Over the past few years, there has been a notable transition towards the utilization of learning-based methods in the field of single image dehazing problem. Comparing with other approaches, the learning-based methods present better flexibility and higher accuracy especially for dealing with various hazy scenes (Cai et al., 2016; Li et al., 2017; Kan et al., 2022; Chaitanya & Mukherjee, 2021; Engin et al., 2018; Wang et al., 2022). Hovhannisyan et al. (Hovhannisyan et al., 2022) introduce AED-Net an end-to-end adaptive enhancement dehazing network for single image dehazing. Compared to other works, based on PSNR, SSIM and other indicators, AED-Net is superior and improves the contrast, color, texture and edge details of the image. Boyi Li et al. (Li et al., 2017) proposes the All-in-One Dehazing Network (AOD-Net), this is an image dehazing model that is built using a convolutional neural network (CNN). AOD-Net can directly generate the clean image using lightweight CNN network. In terms of PSNR, SSIM and subjective quality test on both synthesized and real hazy image the AOD-Net has better performance than the state of the art. W Ren et al. (Ren et al., 2020) proposed a multi-scale CNN-dehazing model that learns the hazy image and transmission maps using coarse- and fine-scale networks. Moreover, a holistic edge-guided refinement is presented to boost the edges of the transmission map. The trained on synthetic data derived from NYU Depth, the method performs very well in both quality and efficiency on synthetic and real-world images. Y Liu et al. (Liu et al., 2025) presented a variational nighttime dehazing framework, VNDHR, which tackles the specific noise, weak illumination and glows of the nighttime hazy images. The method employs a hybrid regularization model to construct illumination that is structure-aware and noise-free reflectance with a combination of of ℓp norm, ℓ2 norm and total variation. VNDHR gives state of the art performance on a range of degraded conditions such as night, low-light, and underwater images.

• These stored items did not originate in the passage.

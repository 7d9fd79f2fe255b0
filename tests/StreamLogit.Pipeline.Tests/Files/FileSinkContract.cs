namespace StreamLogit.Pipeline.Tests.Files;

/// <summary>What every sink that writes a file must do.</summary>
public abstract class FileSinkContract : ScoreSinkContract
{
    private protected string OutPath => Folder["out/quay.jsonl"];

    private protected abstract IScoreSink Open(string path);

    private protected override IScoreSink Open() => Open(OutPath);

    private protected override string Written(IScoreSink sink) => File.ReadAllText(OutPath);

    private protected override void Clear() => File.Delete(OutPath);

    [Fact]
    public void Start_AtAMark_TakesBackWhatWasWrittenAfterIt()
    {
        long mark;
        using (var first = Open())
        {
            first.Start(null);
            ScoredBatch.Create(1, 30).WriteTo(first);
            mark = first.Flush();
            ScoredBatch.Create(31, 60).WriteTo(first);
        }
        string all = File.ReadAllText(OutPath);
        Assert.True(all.Length > mark);

        using var second = Open();
        second.Start(mark);
        Assert.Equal(mark, new FileInfo(OutPath).Length);
        ScoredBatch.Create(31, 60).WriteTo(second);

        Assert.Equal(all.Length, second.Flush());
        Assert.Equal(all, File.ReadAllText(OutPath));
    }

    [Fact]
    public void Write_WithoutFlush_IsSeenByWhoeverFollowsTheFile()
    {
        using var sink = Open();
        sink.Start(null);
        ScoredBatch.Create(1, 3).WriteTo(sink);

        Assert.EndsWith("}\n", File.ReadAllText(OutPath), StringComparison.Ordinal);
    }

    [Fact]
    public void Start_FileShorterThanTheMark_Throws()
    {
        Directory.CreateDirectory(Folder["out"]);
        File.WriteAllText(OutPath, "12345");
        using var sink = Open();

        var error = Assert.Throws<PipelineException>(() => sink.Start(6));
        Assert.StartsWith($"{OutPath} holds 5 bytes, but 6 were committed", error.Message, StringComparison.Ordinal);
        Assert.Equal("12345", File.ReadAllText(OutPath));
    }

    [Fact]
    public void Start_FileThatNobodyCommitted_ThrowsAndLeavesIt()
    {
        Directory.CreateDirectory(Folder["out"]);
        File.WriteAllText(OutPath, "12345");
        using var sink = Open();

        var error = Assert.Throws<PipelineException>(() => sink.Start(null));
        Assert.StartsWith($"{OutPath} already holds 5 bytes", error.Message, StringComparison.Ordinal);
        Assert.Equal("12345", File.ReadAllText(OutPath));
    }

    [Fact]
    public void Start_PathIsAFolder_Throws()
    {
        using var sink = Open(Folder.Path);

        Assert.Throws<PipelineException>(() => sink.Start(null));
    }

    [Fact]
    public void Write_FullDisk_SaysSo()
    {
        Assert.SkipUnless(File.Exists("/dev/full"), "There is no /dev/full here.");
        using var sink = Open("/dev/full");
        sink.Start(null);

        var error = Assert.Throws<PipelineException>(() => ScoredBatch.Create(1, 3).WriteTo(sink));
        Assert.StartsWith("There is no room left on the disk for /dev/full.", error.Message, StringComparison.Ordinal);
    }
}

The SCL-Dehaze (Cui et al., 2024) proposes a semi-supervised learning of the codebook to learn about the real-world dehazing process. It tackles latent feature matching blunders by means of a UDART module, and enhances fidelity by using a haze-density governed adjustable module. The method exhibits good generalization and highest hazy performance on real-world datasets. Y Huang et al. (Huang et al., 2025) introduces DCD-Net a weakly supervised decomposition-based method to dehaze real-world images, which bridges the domain gap between synthetic and real haze. It does not use paired data because it models the process of hazing by interactions between clean images and illumination that takes the form of haze. The model trained on the URD dataset and it has better generalization and realism on real-world tasks.
Xuejie Cao et al. (Cao et al., 2020) have proposed a single-image dehazing algorithm that employed GAN with Feature Pyramid Network (FPN). This is an end-to-end image dehazing approach and avoids dependence on a particular physical model. The similar approach was used in (Chaitanya & Mukherjee, 2021; Suárez et al., 2018; Long et al., 2020) an end-to-end network for single-image dehazing. Anil Singh et al. (Parihar et al., 2022) Anil proposed learning-based approach for producing dehazed images from the hazy input images. Their method uses an end-to-end encoder-decoder based Generative Adversarial Network (GAN) with high connection density for improved features extraction from images and optimize their utilization in the process of image dehazing. This technique is useful in the elimination of haze in images and provides a perfect solution for enhancing the visibility of image with high quality. In (Fu et al., 2021) the authors highlighted a new approach to handle non-homogeneous dehazing problem by employing a two-branch end to end learnable Generative Adversarial (GAN) architecture. Their method introduces a new idea which is the integration of 2D discrete wavelet transform into the network and the primary objective of this is to retain the important high frequency information and reconstruct lost textural details of the dehazed images. The presented work not only explains how the proposed solution is innovative but also provide how it is effective based on careful design consideration.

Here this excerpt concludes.